### Work to complete
Using the entries that follow, establish how many lines contain the word "meanSE" and give only that figure.

─── Information provided ───

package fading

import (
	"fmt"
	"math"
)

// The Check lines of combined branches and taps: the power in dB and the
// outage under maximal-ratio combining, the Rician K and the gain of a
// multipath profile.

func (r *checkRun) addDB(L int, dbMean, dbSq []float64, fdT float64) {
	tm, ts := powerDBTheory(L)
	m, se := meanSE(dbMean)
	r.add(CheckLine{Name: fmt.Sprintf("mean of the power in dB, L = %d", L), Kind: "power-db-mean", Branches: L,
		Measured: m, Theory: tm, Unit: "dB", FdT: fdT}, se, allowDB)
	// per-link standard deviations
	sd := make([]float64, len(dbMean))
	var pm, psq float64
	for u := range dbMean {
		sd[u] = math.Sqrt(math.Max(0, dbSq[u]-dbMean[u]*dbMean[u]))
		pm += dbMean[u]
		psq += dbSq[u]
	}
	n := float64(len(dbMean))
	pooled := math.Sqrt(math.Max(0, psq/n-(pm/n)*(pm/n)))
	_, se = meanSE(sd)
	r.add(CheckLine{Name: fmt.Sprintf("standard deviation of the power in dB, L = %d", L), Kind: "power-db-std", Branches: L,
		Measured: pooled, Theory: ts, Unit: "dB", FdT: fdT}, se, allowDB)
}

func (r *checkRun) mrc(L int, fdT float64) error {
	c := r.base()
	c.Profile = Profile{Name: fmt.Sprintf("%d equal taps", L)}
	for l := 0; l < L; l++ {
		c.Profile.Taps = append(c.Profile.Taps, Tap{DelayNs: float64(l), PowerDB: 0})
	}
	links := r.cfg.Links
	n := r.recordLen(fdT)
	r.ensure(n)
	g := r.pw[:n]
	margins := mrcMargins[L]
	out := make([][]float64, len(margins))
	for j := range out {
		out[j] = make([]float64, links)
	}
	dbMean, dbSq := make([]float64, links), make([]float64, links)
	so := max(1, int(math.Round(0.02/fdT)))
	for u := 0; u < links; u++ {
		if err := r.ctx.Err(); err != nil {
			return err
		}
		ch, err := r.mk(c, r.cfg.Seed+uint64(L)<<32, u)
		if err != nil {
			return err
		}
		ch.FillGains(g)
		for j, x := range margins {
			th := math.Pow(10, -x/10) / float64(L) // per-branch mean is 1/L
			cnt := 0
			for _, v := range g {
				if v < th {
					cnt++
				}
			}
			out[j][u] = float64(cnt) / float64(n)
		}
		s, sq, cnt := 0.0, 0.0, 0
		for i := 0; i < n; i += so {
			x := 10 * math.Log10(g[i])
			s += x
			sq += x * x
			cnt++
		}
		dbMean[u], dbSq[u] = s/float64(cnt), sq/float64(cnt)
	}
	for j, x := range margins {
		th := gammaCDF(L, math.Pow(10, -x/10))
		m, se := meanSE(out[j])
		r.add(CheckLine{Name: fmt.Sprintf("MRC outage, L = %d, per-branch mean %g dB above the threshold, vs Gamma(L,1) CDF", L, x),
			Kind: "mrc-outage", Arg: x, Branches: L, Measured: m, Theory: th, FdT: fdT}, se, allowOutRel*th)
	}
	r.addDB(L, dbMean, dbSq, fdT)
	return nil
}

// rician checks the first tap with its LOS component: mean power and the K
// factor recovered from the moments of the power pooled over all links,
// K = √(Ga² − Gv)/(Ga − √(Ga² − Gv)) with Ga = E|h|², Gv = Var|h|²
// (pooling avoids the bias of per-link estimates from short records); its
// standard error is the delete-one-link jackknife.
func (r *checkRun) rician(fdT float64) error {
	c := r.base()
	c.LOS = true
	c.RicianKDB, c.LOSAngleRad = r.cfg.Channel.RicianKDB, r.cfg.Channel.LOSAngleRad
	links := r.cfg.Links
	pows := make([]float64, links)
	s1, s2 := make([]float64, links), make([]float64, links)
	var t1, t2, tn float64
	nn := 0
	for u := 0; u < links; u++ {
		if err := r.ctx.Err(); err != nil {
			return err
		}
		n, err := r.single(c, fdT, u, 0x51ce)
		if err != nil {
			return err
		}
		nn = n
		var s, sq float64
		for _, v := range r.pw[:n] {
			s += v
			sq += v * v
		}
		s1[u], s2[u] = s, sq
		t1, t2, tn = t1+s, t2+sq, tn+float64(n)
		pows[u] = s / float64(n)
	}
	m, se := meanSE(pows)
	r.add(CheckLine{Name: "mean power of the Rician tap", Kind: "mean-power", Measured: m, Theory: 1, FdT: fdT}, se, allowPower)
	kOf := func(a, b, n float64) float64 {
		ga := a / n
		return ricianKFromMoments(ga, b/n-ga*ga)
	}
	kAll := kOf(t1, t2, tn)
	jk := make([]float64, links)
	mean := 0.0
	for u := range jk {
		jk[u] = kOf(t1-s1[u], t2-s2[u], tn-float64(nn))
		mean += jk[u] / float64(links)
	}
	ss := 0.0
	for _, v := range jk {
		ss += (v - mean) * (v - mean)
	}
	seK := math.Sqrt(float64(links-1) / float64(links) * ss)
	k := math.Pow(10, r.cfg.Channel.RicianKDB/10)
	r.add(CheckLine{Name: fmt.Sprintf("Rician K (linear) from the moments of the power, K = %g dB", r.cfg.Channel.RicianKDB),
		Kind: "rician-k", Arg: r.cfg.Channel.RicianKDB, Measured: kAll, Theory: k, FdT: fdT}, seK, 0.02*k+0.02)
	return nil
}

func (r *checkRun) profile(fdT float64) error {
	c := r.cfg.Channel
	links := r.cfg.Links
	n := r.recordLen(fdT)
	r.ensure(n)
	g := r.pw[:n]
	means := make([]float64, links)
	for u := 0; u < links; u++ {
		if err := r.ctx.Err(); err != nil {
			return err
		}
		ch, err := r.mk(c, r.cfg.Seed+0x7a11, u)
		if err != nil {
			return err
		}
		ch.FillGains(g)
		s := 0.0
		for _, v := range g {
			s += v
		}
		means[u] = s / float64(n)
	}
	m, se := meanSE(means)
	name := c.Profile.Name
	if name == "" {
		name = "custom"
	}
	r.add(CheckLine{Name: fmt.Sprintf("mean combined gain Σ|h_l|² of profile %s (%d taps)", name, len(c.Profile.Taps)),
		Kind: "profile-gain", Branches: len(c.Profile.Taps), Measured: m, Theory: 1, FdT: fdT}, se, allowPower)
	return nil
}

───
─── Information provided ───

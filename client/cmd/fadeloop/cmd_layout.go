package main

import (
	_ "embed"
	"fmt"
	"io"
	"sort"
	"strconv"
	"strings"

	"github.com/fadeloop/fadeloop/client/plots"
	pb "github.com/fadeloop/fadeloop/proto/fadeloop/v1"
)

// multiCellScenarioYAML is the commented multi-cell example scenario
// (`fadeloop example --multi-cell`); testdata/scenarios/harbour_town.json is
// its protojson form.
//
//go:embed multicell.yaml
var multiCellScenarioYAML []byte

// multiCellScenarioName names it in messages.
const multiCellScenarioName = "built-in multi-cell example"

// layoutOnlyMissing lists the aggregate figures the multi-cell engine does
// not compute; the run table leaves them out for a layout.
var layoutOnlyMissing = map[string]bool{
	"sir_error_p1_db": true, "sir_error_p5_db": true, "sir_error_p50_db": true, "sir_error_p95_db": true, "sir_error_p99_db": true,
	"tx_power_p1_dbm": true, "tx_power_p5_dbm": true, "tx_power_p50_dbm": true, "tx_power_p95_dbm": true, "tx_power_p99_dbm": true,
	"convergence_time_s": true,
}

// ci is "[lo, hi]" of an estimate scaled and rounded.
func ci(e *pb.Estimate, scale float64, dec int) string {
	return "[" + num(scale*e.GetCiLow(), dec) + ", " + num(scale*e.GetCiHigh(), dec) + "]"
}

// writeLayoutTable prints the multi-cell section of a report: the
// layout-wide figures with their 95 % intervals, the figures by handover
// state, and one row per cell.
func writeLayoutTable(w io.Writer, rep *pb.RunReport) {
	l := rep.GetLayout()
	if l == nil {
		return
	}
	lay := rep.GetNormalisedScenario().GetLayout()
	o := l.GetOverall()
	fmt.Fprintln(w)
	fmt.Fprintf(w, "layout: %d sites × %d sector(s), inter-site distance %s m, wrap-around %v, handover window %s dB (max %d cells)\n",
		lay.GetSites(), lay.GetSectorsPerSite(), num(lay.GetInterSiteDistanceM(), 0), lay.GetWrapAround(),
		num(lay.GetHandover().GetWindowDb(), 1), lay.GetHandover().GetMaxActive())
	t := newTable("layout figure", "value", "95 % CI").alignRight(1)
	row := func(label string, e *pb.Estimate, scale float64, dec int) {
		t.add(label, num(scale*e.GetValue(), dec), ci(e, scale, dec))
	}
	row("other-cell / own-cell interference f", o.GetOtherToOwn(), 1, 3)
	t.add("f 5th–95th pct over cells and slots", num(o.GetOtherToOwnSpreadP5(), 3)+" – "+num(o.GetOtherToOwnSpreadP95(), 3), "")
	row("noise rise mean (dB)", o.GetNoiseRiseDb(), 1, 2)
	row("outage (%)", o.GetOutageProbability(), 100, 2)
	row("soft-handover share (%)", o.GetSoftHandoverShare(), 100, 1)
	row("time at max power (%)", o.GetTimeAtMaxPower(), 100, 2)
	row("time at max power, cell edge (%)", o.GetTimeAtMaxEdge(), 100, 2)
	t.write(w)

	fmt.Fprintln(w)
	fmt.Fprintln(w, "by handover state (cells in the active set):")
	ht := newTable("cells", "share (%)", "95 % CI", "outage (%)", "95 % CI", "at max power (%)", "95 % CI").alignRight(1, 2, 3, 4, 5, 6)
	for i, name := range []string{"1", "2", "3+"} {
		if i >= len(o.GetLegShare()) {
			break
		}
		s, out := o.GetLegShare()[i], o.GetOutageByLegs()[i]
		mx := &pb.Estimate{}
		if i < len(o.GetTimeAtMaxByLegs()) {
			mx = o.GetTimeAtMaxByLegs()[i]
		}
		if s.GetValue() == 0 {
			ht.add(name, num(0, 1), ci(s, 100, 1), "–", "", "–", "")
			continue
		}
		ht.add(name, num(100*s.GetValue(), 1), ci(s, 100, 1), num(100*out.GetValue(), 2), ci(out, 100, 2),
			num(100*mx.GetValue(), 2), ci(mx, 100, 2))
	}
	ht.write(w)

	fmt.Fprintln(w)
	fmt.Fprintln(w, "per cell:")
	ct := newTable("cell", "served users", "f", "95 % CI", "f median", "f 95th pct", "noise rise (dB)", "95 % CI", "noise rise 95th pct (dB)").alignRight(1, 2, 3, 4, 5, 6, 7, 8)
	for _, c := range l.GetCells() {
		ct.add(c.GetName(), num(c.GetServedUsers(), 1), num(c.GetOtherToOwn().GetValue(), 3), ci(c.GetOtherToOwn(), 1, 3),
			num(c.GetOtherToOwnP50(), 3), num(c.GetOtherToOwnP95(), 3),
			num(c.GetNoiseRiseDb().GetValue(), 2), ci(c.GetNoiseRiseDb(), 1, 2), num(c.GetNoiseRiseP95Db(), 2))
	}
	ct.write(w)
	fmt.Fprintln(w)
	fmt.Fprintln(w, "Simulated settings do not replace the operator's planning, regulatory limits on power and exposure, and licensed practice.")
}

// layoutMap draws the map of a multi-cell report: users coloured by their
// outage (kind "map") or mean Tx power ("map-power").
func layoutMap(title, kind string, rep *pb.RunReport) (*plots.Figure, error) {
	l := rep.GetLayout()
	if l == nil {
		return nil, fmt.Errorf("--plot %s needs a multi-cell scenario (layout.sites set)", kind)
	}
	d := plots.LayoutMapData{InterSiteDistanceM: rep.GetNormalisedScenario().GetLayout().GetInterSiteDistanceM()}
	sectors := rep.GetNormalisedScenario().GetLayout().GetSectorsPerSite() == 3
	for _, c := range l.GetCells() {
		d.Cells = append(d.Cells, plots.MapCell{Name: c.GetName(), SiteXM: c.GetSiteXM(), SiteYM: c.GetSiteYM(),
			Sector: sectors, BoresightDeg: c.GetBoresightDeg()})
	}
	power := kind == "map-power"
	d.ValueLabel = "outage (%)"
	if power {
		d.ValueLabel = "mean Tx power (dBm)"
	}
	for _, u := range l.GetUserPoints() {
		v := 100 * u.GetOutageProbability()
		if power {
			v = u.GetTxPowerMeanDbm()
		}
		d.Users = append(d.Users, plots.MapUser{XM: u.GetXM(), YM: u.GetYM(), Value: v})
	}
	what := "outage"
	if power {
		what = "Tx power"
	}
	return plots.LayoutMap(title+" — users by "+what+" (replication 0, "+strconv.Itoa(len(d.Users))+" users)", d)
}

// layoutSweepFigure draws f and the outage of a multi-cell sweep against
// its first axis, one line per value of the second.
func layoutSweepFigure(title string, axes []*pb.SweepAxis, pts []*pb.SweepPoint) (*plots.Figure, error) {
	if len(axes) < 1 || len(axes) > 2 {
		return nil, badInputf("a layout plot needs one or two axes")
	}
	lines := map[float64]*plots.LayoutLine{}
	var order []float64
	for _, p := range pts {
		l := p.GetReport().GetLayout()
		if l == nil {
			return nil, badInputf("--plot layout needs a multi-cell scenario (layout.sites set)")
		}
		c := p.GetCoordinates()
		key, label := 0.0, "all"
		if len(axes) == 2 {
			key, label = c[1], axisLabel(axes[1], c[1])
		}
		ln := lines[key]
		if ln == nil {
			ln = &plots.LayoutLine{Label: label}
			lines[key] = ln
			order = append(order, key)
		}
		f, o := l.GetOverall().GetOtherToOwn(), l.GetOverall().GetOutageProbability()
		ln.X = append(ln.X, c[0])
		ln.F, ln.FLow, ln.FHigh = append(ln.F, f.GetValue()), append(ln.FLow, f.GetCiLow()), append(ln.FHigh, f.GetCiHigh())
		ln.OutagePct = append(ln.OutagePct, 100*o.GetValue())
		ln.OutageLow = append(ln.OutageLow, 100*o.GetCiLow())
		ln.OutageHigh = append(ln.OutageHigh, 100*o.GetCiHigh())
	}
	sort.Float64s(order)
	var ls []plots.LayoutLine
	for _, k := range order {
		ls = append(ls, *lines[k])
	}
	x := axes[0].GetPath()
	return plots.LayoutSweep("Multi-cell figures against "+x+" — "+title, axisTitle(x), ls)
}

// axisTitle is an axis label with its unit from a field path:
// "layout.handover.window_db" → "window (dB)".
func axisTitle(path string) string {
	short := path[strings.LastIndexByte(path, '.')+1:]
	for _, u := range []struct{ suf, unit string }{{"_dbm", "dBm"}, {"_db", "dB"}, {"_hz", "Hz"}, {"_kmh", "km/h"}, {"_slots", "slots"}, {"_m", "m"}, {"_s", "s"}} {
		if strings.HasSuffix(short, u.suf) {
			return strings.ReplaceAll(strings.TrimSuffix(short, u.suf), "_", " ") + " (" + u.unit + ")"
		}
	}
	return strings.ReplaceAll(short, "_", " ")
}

───

### Answer space
5